On the boundedness of $k$-algebra homomorphisms between $k$-affinoid algebras
Shou Yoshikawa
TL;DR
We analyze when every $k$-algebra homomorphism between $k$-affinoid algebras is bounded and prove an if-and-only-if criterion: boundedness holds exactly when $|k^ imes|^{\mathbb{Q}}=\mathbb{R}_{>0}$ or when $p>0$ and $[k:k^p]<\infty$. The argument blends a reduced-case analysis using compatible systems of $p$-power roots with a deformation method that reduces the general case to the reduced situation and to a derivation obstruction via $\Omega_{k\{r^{-1}T\}/k[T]}$. A concrete counterexample over $\mathbb{Q}_p$ demonstrates nonbounded maps when the criterion fails.

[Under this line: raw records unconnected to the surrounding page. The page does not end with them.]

from elimscan.analysis.character import SaddleCharacter
from elimscan.analysis.rule import Periplanar
from elimscan.chem.alkenes import Alkene
from elimscan.chem.structures import formula
from elimscan.config import BaseConfig, RunConfig, SubstrateConfig
from elimscan.drivers.paths import PathResult
from elimscan.drivers.scans import DihedralScan
from elimscan.engines.dft import DftJobResult, DftPoint, DftSaddle
from elimscan.pipeline.energetics import JobNumbers
from elimscan.pipeline.names import conformer_file_name, job_id_of, path_file_name, scan_file_name
from elimscan.pipeline.outcome import SUBSTITUTION_KEY, BaseAnalysis, JobPaths, SubstrateAnalysis
from elimscan.results.records import (ApproachRecord, BaseRecord, BetaHydrogenRecord, ConformerRecord, DftJobRecord,
                                      DftPointRecord, DftSaddleRecord, ErrorInfo, IsotopeEffectRecord, JobRecord,
                                      LeavingGroupRecord,
                                      MoleculeRecord, PathPointRecord, ProductRecord, RuleRecord,
                                      SaddleCharacterRecord, ScanPointRecord, ScanRecord, StageGradientsRecord,
                                      SubstitutionRecord, VerdictRecord)
from elimscan.units import KCAL_MOL_PER_HARTREE


def _approach_record(product: Alkene, best: Periplanar, path: "PathResult | ErrorInfo | None", zero: float,
                     lowest_top: float | None, job_id: str, class_id: str, approach: str,
                     free_energy_kcal_mol: float | None = None,
                     character: SaddleCharacter | None = None) -> ApproachRecord:
    """Return the record of one approach: product, periplanar geometry, and the path when one was computed."""
    record = dict(
        product_smiles=product.smiles, product_substitution=product.substitution, product_conjugated=product.conjugated,
        product_ring_position=product.ring_position, product_possible=product.possible,
        penalty_kcal_mol=best.penalty_kcal_mol, dihedral_deg=best.dihedral_deg, geometry_source=best.source,
        ring_shapes=best.ring_shapes)
    if isinstance(path, ErrorInfo):
        return ApproachRecord(**record, path_status="failed", error=path)
    if path is None:
        return ApproachRecord(**record)
    kcal = lambda e: round((e - zero) * KCAL_MOL_PER_HARTREE, 3)  # noqa: E731
    rotations = path.complex.energies_hartree
    return ApproachRecord(
        **record, path_status="ok", barrier_kcal_mol=kcal(path.top_hartree),
        relative_barrier_kcal_mol=(None if lowest_top is None  # no path of the job is a barrier
                                   else round((path.top_hartree - lowest_top) * KCAL_MOL_PER_HARTREE, 3)),
        barrier_source="verified saddle" if path.saddle.verified else "relaxed-path maximum",
        barrier_free_energy_kcal_mol=free_energy_kcal_mol,
        reaches_products=path.reaches_products, budget_spent_in=path.stopped_stage,
        saddle_character=None if character is None else SaddleCharacterRecord(
            c_h_cleavage=character.c_h_cleavage, c_x_cleavage=character.c_x_cleavage, label=character.label),
        relaxed_path_estimate_kcal_mol=kcal(path.estimate_hartree), saddle_verified=path.saddle.verified,
        imaginary_frequency_cm1=None if path.saddle.imaginary_cm1 is None else round(path.saddle.imaginary_cm1, 1),
        saddle_note=path.saddle.reason, saddle_method=path.saddle.method, saddle_error_type=path.saddle.error_type,
        complex_energy_kcal_mol=kcal(path.complex.energy_hartree),
        complex_rotation_spread_kcal_mol=round((max(rotations) - min(rotations)) * KCAL_MOL_PER_HARTREE, 3),
        path_starts=max(1, len(path.start_tops_hartree)),
        barrier_combination=("boltzmann" if path.combined_top_hartree is not None else "lowest")
        if len(path.start_tops_hartree) > 1 else None,
        start_spread_kcal_mol=(round((max(path.start_tops_hartree) - min(path.start_tops_hartree))
                                        * KCAL_MOL_PER_HARTREE, 3) if len(path.start_tops_hartree) > 1 else None),
        flags=path.flags, n_gradients=path.n_gradients, stage_gradients=stage_gradient_records(path),
        path=tuple(PathPointRecord(coordinate_A=round(p.coordinate_A, 4), relative_energy_kcal_mol=kcal(p.energy_hartree),
                                   c_beta_h_A=round(p.distances["c_beta_h_A"], 4), base_h_A=round(p.distances["base_h_A"], 4),
                                   c_alpha_x_A=round(p.distances["c_alpha_x_A"], 4)) for p in path.points),
        path_file=path_file_name(job_id, class_id, approach),
        saddle_file=path_file_name(job_id, class_id, approach, "saddle") if path.saddle.atoms is not None else None,
        complex_file=path_file_name(job_id, class_id, approach, "complex"),
        product_file=path_file_name(job_id, class_id, approach, "product") if path.points else None)
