def _product_table(job: JobRecord) -> str:
    barriers = has_barriers(job)
    computed = job.verdict.computed_major if job.verdict is not None else None
    rows = []
    for p in job.products:
        png = product_png(p.smiles)
        picture = (f'<img class="product" alt="{esc(p.smiles)}" src="data:image/png;base64,{base64.b64encode(png).decode("ascii")}">'
                   if png else "")
        extra = ""
        if barriers:
            low, high = p.fraction_range if p.fraction_range is not None else (None, None)
            span = "\u2013" if low is None else f"{100 * low:.1f}\u2013{100 * high:.1f} %"
            best = product_lowest_barrier(job, p)
            via = ""
            if best is not None:
                found = next((b.class_id, n) for b, n, a in product_paths(job, p) if a is best)
                via = f"{found[0]} {found[1]}"
            tag = '<span class="tag">computed major</span>' if p.smiles == computed else ""
            extra = (f'<td class="num share" data-key="{"" if p.fraction is None else f"{p.fraction:.4f}"}">'
                     f"{esc(percent_text(p.fraction))}{tag}</td>"
                     f'<td class="num share-range" data-low="{"" if low is None else f"{low:.4f}"}" '
                     f'data-high="{"" if high is None else f"{high:.4f}"}">{esc(span)}</td>'
                     f'<td class="num lowest-barrier" data-key="{"" if best is None else f"{best.relative_barrier_kcal_mol:.3f}"}">'
                     f"{esc(barrier_text(None if best is None else best.relative_barrier_kcal_mol))}</td>"
                     f"<td>{esc(via or 'no computed path')}</td>")
        row_class = "product-row computed-major" if barriers and p.smiles == computed else "product-row"
        rows.append(
            f'<tr class="{row_class}" data-smiles="{esc(p.smiles)}"><td>{picture}</td><td class="smiles">{esc(p.smiles)}</td>'
            f'<td>{esc(p.substitution)}</td><td class="call-{esc(p.rule_call)}">{esc(p.rule_call)}</td>{extra}'
            f"{_num_cell(product_anti_penalty_kcal_mol(job, p))}<td>{esc(', '.join(p.via_classes))}</td><td>{esc(p.reason)}</td></tr>")
    extra_heads = ""
    if barriers:
        extra_heads = ('<th class="num">computed share</th><th class="num">range<br>(barriers '
                       f'\u00b1{BARRIER_SHIFT_KCAL_MOL:g} kcal/mol)</th><th class="num">lowest \u0394E\u2021 rel.<br>kcal/mol</th>'
                       "<th>lowest path</th>")
    return ('<div class="wide"><table class="products"><thead><tr><th>structure</th><th>SMILES</th><th>substitution</th>'
            f'<th>rule\u2019s call</th>{extra_heads}<th class="num">lowest anti cost<br>kcal/mol</th><th>from classes</th>'
            "<th>why</th></tr></thead>\n<tbody>\n" + "\n".join(rows) + "\n</tbody></table></div>")


def _figure(svg: str | None, prefix: str, caption: str, missing: str) -> str:
    if not svg:
        return f'<p class="note">{esc(missing)}</p>'
    return f'<figure>{inline_svg(svg, prefix)}<figcaption>{esc(caption)}</figcaption></figure>'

These results sharpen the understanding of automatic boundedness for maps between $k$-affinoid algebras and have implications for Berkovich-type non-archimedean geometry.
Abstract
Let $k$ be a complete non-archimedean non-trivial valued field. In this paper, we investigate whether every $k$-algebra homomorphism between $k$-affinoid algebras is automatically bounded. We show that this property holds if and only if either $|k^\times|^\mathbb{Q} = \mathbb{R}_{>0}$ holds, or $k$ has positive characteristic and is $F$-finite.